Don't waste time - this is not sensor or focuser tilt.

Sensor or focuser tilt shows distinct pattern:

- there will be spot or rather "band" in the image where stars will be tight

- usually corners suffer and besides stars being slightly out of shape in some corners - they are also slightly out of focus.

In your data - you have teardrop shaped stars all over the frame equally.

Effect it the same as atmospheric dispersion - which separates wavelengths of light in one direction.
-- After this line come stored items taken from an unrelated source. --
"""The invented garden-centre demo (``accuracy-checks demo``): data, then the story.

- :mod:`.world`: the fictional chain's weekly demand and a simple forecaster (arrays only);
- :mod:`.scenario`: the files of a scenario (actuals, earlier and weekly forecasts, a config)
  with a few planted problems, :func:`generate_scenario`;
- :mod:`.narrator`: the gate run on each cycle in order, narrated, :func:`run_demo`.

Nothing here is real: no company, brand, place or person.
"""

from accuracy_checks.demo.narrator import run_demo
from accuracy_checks.demo.scenario import (
    PlantedProblems,
    Scenario,
    describe_planted,
    generate_scenario,
)

__all__ = [
    "PlantedProblems",
    "Scenario",
    "describe_planted",
    "generate_scenario",
    "run_demo",
]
If you want to understand how this effect might be formed in objective lens of a telescope - check out atmospheric dispersion corrector - which has two prisms and changes their relative position to cancel the effect of atmosphere.

You have two lens in your objective (that on small section act as prisms) and if those two are similarly displaced (or one is displaced with respect to the other) - you will get the same effect. You have 3 modes of displacement.
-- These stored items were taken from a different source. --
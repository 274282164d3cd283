"""The scaled, smoothed, probabilistic, value-added and cost measures against docs/measures.md.

Every measure is checked on two paths: the readable reference functions
(``measures/functions.py``) and the engine path (evaluation rows → ``accuracy_results`` with
the actuals index), on the docs/measures.md check values E1–E8 (table rounded to 6 significant
digits → rel 1e-5), the library references docs/measures.md names (scikit-learn, statsmodels,
scipy) and the relations it states.
"""

from __future__ import annotations

import math
from pathlib import Path

import numpy as np
import pandas as pd
import pytest
from sklearn import metrics as sk
from statsmodels.tools import eval_measures as sm

from accuracy_checks.checks.accuracy import accuracy_results
from accuracy_checks.checks.judge import Thresholds
from accuracy_checks.evaluation.baselines import ActualsIndex
from accuracy_checks.measures import functions as fn
from accuracy_checks.measures.catalogue import parse_config
from accuracy_checks.measures.data import CostTable, MeasureSettings
from accuracy_checks.results import CheckResult

NAN = float("nan")

# docs/measures.md "Check values": history h, actual y, forecast f, 80 % interval lo/hi (q0.1/q0.9).
# E7's interval is f ± 8. m = 1 with a naive baseline, except E5 (m = 4, seasonal naive).
CASES: dict[str, tuple[list[float], ...]] = {
    "E1": ([95, 105, 100, 90, 120], [80, 105, 115, 90, 110], [100] * 5, [85] * 5, [115] * 5),
    "E2": ([180, 220, 200, 240, 160, 230], [200] * 4, [100, 300, 100, 100],
           [60, 180, 60, 60], [210, 420, 190, 210]),
    "E3": ([9800, 10200, 10000, 10400, 9600, 10300], [10000] * 4, [9900, 10100, 9900, 9900],
           [9800, 9950, 9800, 9800], [10050, 10300, 10050, 10050]),
    "E4": ([0, 3, 0, 0, 5, 0, 2, 0], [0, 4, 0, 1], [1, 2, 0, 0], [0, 0, 0, 0], [2, 3, 1, 2]),
    "E5": ([120, 80, 60, 140, 130, 85, 65, 150, 135, 90, 70, 160], [140, 95, 72, 170],
           [138, 92, 75, 158], [125, 96, 62, 145], [150, 105, 85, 168]),
    "E6": ([45, 55, 48], [50], [40], [35], [48]),
    "E7": ([96, 100, 98, 102, 99, 101], [102, 98, 110, 115, 121, 126, 133, 140],
           [100, 101, 103, 106, 108, 111, 114, 117],
           [92, 93, 95, 98, 100, 103, 106, 109], [108, 109, 111, 114, 116, 119, 122, 125]),
    "E8": ([11, 9, 10, 12], [10, NAN, 12, 8, 9], [9, 11, NAN, 10, 9], [7, 9, NAN, 8, 7],
           [11, 13, NAN, 12, 10]),
}
IDS = list(CASES)
SEASON = {"E5": 4}

# The docs/measures.md table rows of these families (NaN = "undef"); rel 1e-5 (6 digits).
TABLE: dict[str, list[float]] = {
    "smape": [12.2208, 60, 1.00253, 116.667, 4.01153, 22.2222, 9.62603, 10.9162],
    "scale": [13.75, 50, 500, 2.85714, 6.875, 8.5, 3, 1.66667],
    "mase": [0.872727, 2, 0.2, 0.35, 0.727273, 1.17647, 3.79167, 0.6],
    "tracking_signal": [0, 2, 2, 2, 2.8, 1, 7.47253, -1],
    "trigg": [0.0309238, 0.1819, 0.1819, 0.190817, 0.256611, 0.1, 0.576951, -0.1],
    "fva": [8, -35, 2, 20, 0.419287, -16, 5.50265, 22.2222],
    "fva_rel": [0.4, -2.33333, 0.666667, 0.2, 0.0909091, -4, 0.363636, 0.666667],
    "interval_coverage": [80, 75, 100, 75, 50, 0, 37.5, 100],
    "pinball_0.5": [6, 50, 50, 0.5, 2.5, 5, 5.6875, 0.5],
    "pinball_0.1": [2.5, 11, 16.25, 0.125, 1.475, 1.5, 1.8625, 0.166667],
    "pinball_0.9": [1.5, 8.25, 11.25, 0.325, 1.275, 1.8, 4.6125, 0.2],
    "mis": [40, 192.5, 275, 4.5, 27.5, 33, 64.75, 3.66667],
    "msis": [2.90909, 3.85, 0.55, 1.575, 4, 3.88235, 21.5833, 2.2],
}
MEASURES = ["smape", "mase", "tracking_signal", "trigg", "fva_naive", "fva_seasonal_naive",
            "interval_coverage", "pinball", "mis", "msis", "error_cost"]
CONFIG = parse_config(
    "version: 1\n"
    "forecast: {path: f.csv, keys: [sku], period: p, value: v, issued: i}\n"
    "actuals: {path: a.csv, period: p, value: v}\n"
    "frequency: W-MON\nhorizon: 8\n",
    source=Path("/x/c.yaml"),
)
START = pd.Timestamp("2020-01-06")  # a Monday


def expected(row: str, case: str) -> float:
    return TABLE[row][IDS.index(case)]


def case_frames(names: list[str]) -> tuple[pd.DataFrame, pd.DataFrame]:
    """(evaluation rows, actuals) of the cases: one series each, history then targets on a
    weekly grid; one cycle issued on the first target period, every row at lag 1."""
    actuals, rows = [], []
    for name in names:
        h, y, f, lo, hi = CASES[name]
        dates = pd.date_range(START, periods=len(h) + len(y), freq="W-MON")
        actuals.append(pd.DataFrame({"sku": name, "period": dates, "actual": [*h, *y]}))
        rows.append(pd.DataFrame({
            "sku": name, "period": dates[len(h):], "issued": dates[len(h)], "lag": 1,
            "segment": name, "forecast": f, "actual": y, "q0.1": lo, "q0.5": f, "q0.9": hi,
        }))
    return (pd.concat(rows, ignore_index=True).astype({"actual": float, "forecast": float}),
            pd.concat(actuals, ignore_index=True).astype({"actual": float}))


def engine(names: list[str], m: int = 1, costs: CostTable | None = None,
           measures: list[str] | None = None) -> list[CheckResult]:
    rows, actuals = case_frames(names)
    index = ActualsIndex(actuals, ["sku"], "W-MON")
    rows["__series"] = index.codes_of(rows)
    settings = MeasureSettings(seasonal_period=m, quantiles=(0.1, 0.5, 0.9),
                               costs=costs or CostTable(default=(1.0, 1.0)))
    return accuracy_results(rows, keys=["sku"], book=Thresholds(CONFIG),
                            measures=measures or MEASURES, lags=[1], min_obs=1,
                            window=[START], settings=settings, history=index,
                            frequency="W-MON")


@pytest.fixture(scope="module")
def engine_values() -> dict[tuple[str, str, str | None], CheckResult]:
    """Engine results per (case, measure, variant)."""
    out: dict[tuple[str, str, str | None], CheckResult] = {}
    for name in IDS:
        for r in engine([name], SEASON.get(name, 1)):
            if r.segment == name:
                out[(name, str(r.measure), r.details.get("variant"))] = r
    return out


def present(*arrays: list[float]) -> list[np.ndarray]:
    """The rows where no input is NaN (sklearn raises on NaN: filter first, docs/measures.md)."""
    arr = [np.asarray(a, dtype=float) for a in arrays]
    keep = np.all([~np.isnan(a) for a in arr], axis=0)
    return [a[keep] for a in arr]


# --------------------------------------------------------------------------- check values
Tilt of one of lenses with respect to the other.

Change of spacing between the two.

Axis displacement (one lens being shifted "up"/"down" so that two axis are still parallel but don't align any more).

Out of these three - first and third can produce above effect. Second one usually produces increased spherical aberration (just bloated stars but still round).

Why don't you do a simple star test - take image of slightly in / out focus star - to see what sort of pattern it presents - and then we can know more.

I've tried to find out a little about collimating a doublet refractor but there doesn't seem to be much info out there. I did once accidentally remove the front glass element when trying to remove the lens hood. I therefore just removed this again to re-fit it just incase it wasn't in straight or something. In doing so, I realised that both pieces of glass are in the same housing at the very front of the scope. I therefore don't think I could have misaligned one of them. Do you know where I can start looking to find some more info of checking the optics of this scope or collimating it if necessary?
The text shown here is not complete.